Problem statement →
Within the entries below, find each line containing the word "closing" and copy it.

Stored records
####
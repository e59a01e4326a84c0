// SPDX-License-Identifier: Apache-2.0
package reedling.coupling;

import static reedling.contact.ContactBlock.at;
import static reedling.contact.ContactBlock.load;
import static reedling.contact.ContactBlock.store;

import jdk.incubator.vector.DoubleVector;
import reedling.contact.Column;
import reedling.contact.ContactBlock;
import reedling.math.Lanes;

/**
 * Gather stage: closing speed, sliding of the surfaces and mean normal of grain-grain rows.
 *
 * <pre>
 * v_n = (v_i - v_j) . n        u = (v_j - v_i) + v_n n, the tangential velocity of the centres, reversed
 * v_t = (l_i w_i + l_j w_j) x n - u        n_mean = n - h/(2 d) u
 * </pre>
 */
final class PairSliding implements RowStage {

    /** Column of the sum of radius times spin; the mean normal then stands there. */
    private static final int RADIUS_SPIN = Column.MEAN_NORMAL;

    @Override
    public void run(RowRange rows) {
        ContactBlock block = rows.block();
        if (Lanes.VECTORISED) {
            vector(block.columns(), block.rows(), -0.5 * block.step());
        } else {
            scalar(block.columns(), block.rows(), -0.5 * block.step());
        }
    }

    private static void vector(double[] c, int rows, double minusHalfStep) {
        DoubleVector back = DoubleVector.broadcast(Lanes.SPECIES, minusHalfStep);
        for (int r = 0; r < rows; r += Lanes.TILE) {
            DoubleVector nx = load(c, Column.NORMAL, r),
                    ny = load(c, Column.NORMAL + 1, r),
                    nz = load(c, Column.NORMAL + 2, r);
            DoubleVector dx = load(c, Column.SLIDING, r),
                    dy = load(c, Column.SLIDING + 1, r),
                    dz = load(c, Column.SLIDING + 2, r);
            DoubleVector closing = dx.fma(nx, dy.fma(ny, dz.mul(nz))).neg();
            DoubleVector ux = closing.fma(nx, dx), uy = closing.fma(ny, dy), uz = closing.fma(nz, dz);
            store(closing, c, Column.CLOSING, r);
            DoubleVector shortening = load(c, PairNormals.SHORTENING, r);
            DoubleVector sx = load(c, RADIUS_SPIN, r).mul(shortening);
            DoubleVector sy = load(c, RADIUS_SPIN + 1, r).mul(shortening);
            DoubleVector sz = load(c, RADIUS_SPIN + 2, r).mul(shortening);
            store(sy.mul(nz).sub(sz.fma(ny, ux)), c, Column.SLIDING, r);
            store(sz.mul(nx).sub(sx.fma(nz, uy)), c, Column.SLIDING + 1, r);
            store(sx.mul(ny).sub(sy.fma(nx, uz)), c, Column.SLIDING + 2, r);
            DoubleVector turn = load(c, PairNormals.INVERSE_DISTANCE, r).mul(back);
            store(ux.fma(turn, nx), c, Column.MEAN_NORMAL, r);
            store(uy.fma(turn, ny), c, Column.MEAN_NORMAL + 1, r);
            store(uz.fma(turn, nz), c, Column.MEAN_NORMAL + 2, r);
        }
    }

    private static void scalar(double[] c, int rows, double minusHalfStep) {
        for (int r = 0; r < rows; r++) {
            double nx = c[at(Column.NORMAL) + r], ny = c[at(Column.NORMAL + 1) + r], nz = c[at(Column.NORMAL + 2) + r];
            double dx = c[at(Column.SLIDING) + r],
                    dy = c[at(Column.SLIDING + 1) + r],
                    dz = c[at(Column.SLIDING + 2) + r];
            double closing = -Math.fma(dx, nx, Math.fma(dy, ny, dz * nz));
            double ux = Math.fma(closing, nx, dx), uy = Math.fma(closing, ny, dy), uz = Math.fma(closing, nz, dz);
            c[at(Column.CLOSING) + r] = closing;
            double shortening = c[at(PairNormals.SHORTENING) + r];
            double sx = c[at(RADIUS_SPIN) + r] * shortening;
            double sy = c[at(RADIUS_SPIN + 1) + r] * shortening;
            double sz = c[at(RADIUS_SPIN + 2) + r] * shortening;
            c[at(Column.SLIDING) + r] = sy * nz - Math.fma(sz, ny, ux);
            c[at(Column.SLIDING + 1) + r] = sz * nx - Math.fma(sx, nz, uy);
            c[at(Column.SLIDING + 2) + r] = sx * ny - Math.fma(sy, nx, uz);
            double turn = c[at(PairNormals.INVERSE_DISTANCE) + r] * minusHalfStep;
            c[at(Column.MEAN_NORMAL) + r] = Math.fma(ux, turn, nx);
            c[at(Column.MEAN_NORMAL + 1) + r] = Math.fma(uy, turn, ny);
            c[at(Column.MEAN_NORMAL + 2) + r] = Math.fma(uz, turn, nz);
        }
    }
}
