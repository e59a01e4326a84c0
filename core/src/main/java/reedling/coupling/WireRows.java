// SPDX-License-Identifier: Apache-2.0
package reedling.coupling;

import java.io.IOException;
import java.util.Arrays;
import reedling.checkpoint.SectionWriter;
import reedling.neighbour.PairSegment;

/**
 * Contacts of grains with wires in one chunk and material pair. A row stands for a grain and a connected run of one
 * wire's elements, not for an element, so that friction survives sliding over a node. Rows that ended stay until the
 * next search and are used again when the same grain touches the same wire.
 *
 * <p>Threads: written by the task of its chunk; nodes read the loads after a barrier.
 */
final class WireRows {

    /** Doubles of geometry a row: normal 3, overlap, place along the element 0..1, distance from the axis, R*. */
    static final int GEOMETRY = 8;

    static final int OVERLAP = 3;
    static final int ALONG = 4;
    static final int DISTANCE = 5;
    static final int EFFECTIVE_RADIUS = 6;

    private final PairSegment segment;
    private int[] element = new int[0];
    private int[] near = new int[0];
    private int[] nextOfGrain = new int[0];
    private long[] seen = new long[0];
    private double[] geometry = new double[0];

    WireRows(int historyColumns) {
        segment = new PairSegment(historyColumns, true);
    }

    /** Grain, wire, history and the force rows for the wire of each row. */
    PairSegment segment() {
        return segment;
    }

    /** Element of each row. */
    int[] element() {
        return element;
    }

    /** Number among the chunk's near grains of each row's grain. */
    int[] near() {
        return near;
    }

    /** Row of the same grain that was added before, or -1. */
    int[] nextOfGrain() {
        return nextOfGrain;
    }

    /** Pass in which each row was found touching last. */
    long[] seen() {
        return seen;
    }

    double[] geometry() {
        return geometry;
    }

    void clear() {
        segment.clear();
    }

    /** Adds a row of a grain and a wire with zero history, chained to the grain's other rows. */
    int add(int grain, int wire, int nearNumber, int chained, double effectiveRadius, int ghost) {
        int row = segment.activate(grain, wire, ghost);
        if (segment.paddedCount() > element.length) {
            int capacity = 2 * segment.paddedCount();
            element = Arrays.copyOf(element, capacity);
            near = Arrays.copyOf(near, capacity);
            nextOfGrain = Arrays.copyOf(nextOfGrain, capacity);
            seen = Arrays.copyOf(seen, capacity);
            geometry = Arrays.copyOf(geometry, GEOMETRY * capacity);
        }
        near[row] = nearNumber;
        nextOfGrain[row] = chained;
        seen[row] = -1;
        element[row] = -1;
        geometry[GEOMETRY * row + EFFECTIVE_RADIUS] = effectiveRadius;
        return row;
    }

    /** Writes rows, history and geometry. */
    void save(SectionWriter out) throws IOException {
        int count = segment.activeCount();
        out.writeInt(count);
        out.writeInts(segment.first(), 0, count);
        out.writeInts(segment.second(), 0, count);
        out.writeInts(near, 0, count);
        out.writeInts(element, 0, count);
        out.writeLongs(seen, 0, count);
        out.writeDoubles(geometry, 0, GEOMETRY * count);
        segment.saveHistory(out);
    }
}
####
Solution for this exercise →
 * Gather stage: closing speed, sliding of the surfaces and mean normal of grain-grain rows.
            DoubleVector closing = dx.fma(nx, dy.fma(ny, dz.mul(nz))).neg();
            DoubleVector ux = closing.fma(nx, dx), uy = closing.fma(ny, dy), uz = closing.fma(nz, dz);
            store(closing, c, Column.CLOSING, r);
            double closing = -Math.fma(dx, nx, Math.fma(dy, ny, dz * nz));
            double ux = Math.fma(closing, nx, dx), uy = Math.fma(closing, ny, dy), uz = Math.fma(closing, nz, dz);
            c[at(Column.CLOSING) + r] = closing;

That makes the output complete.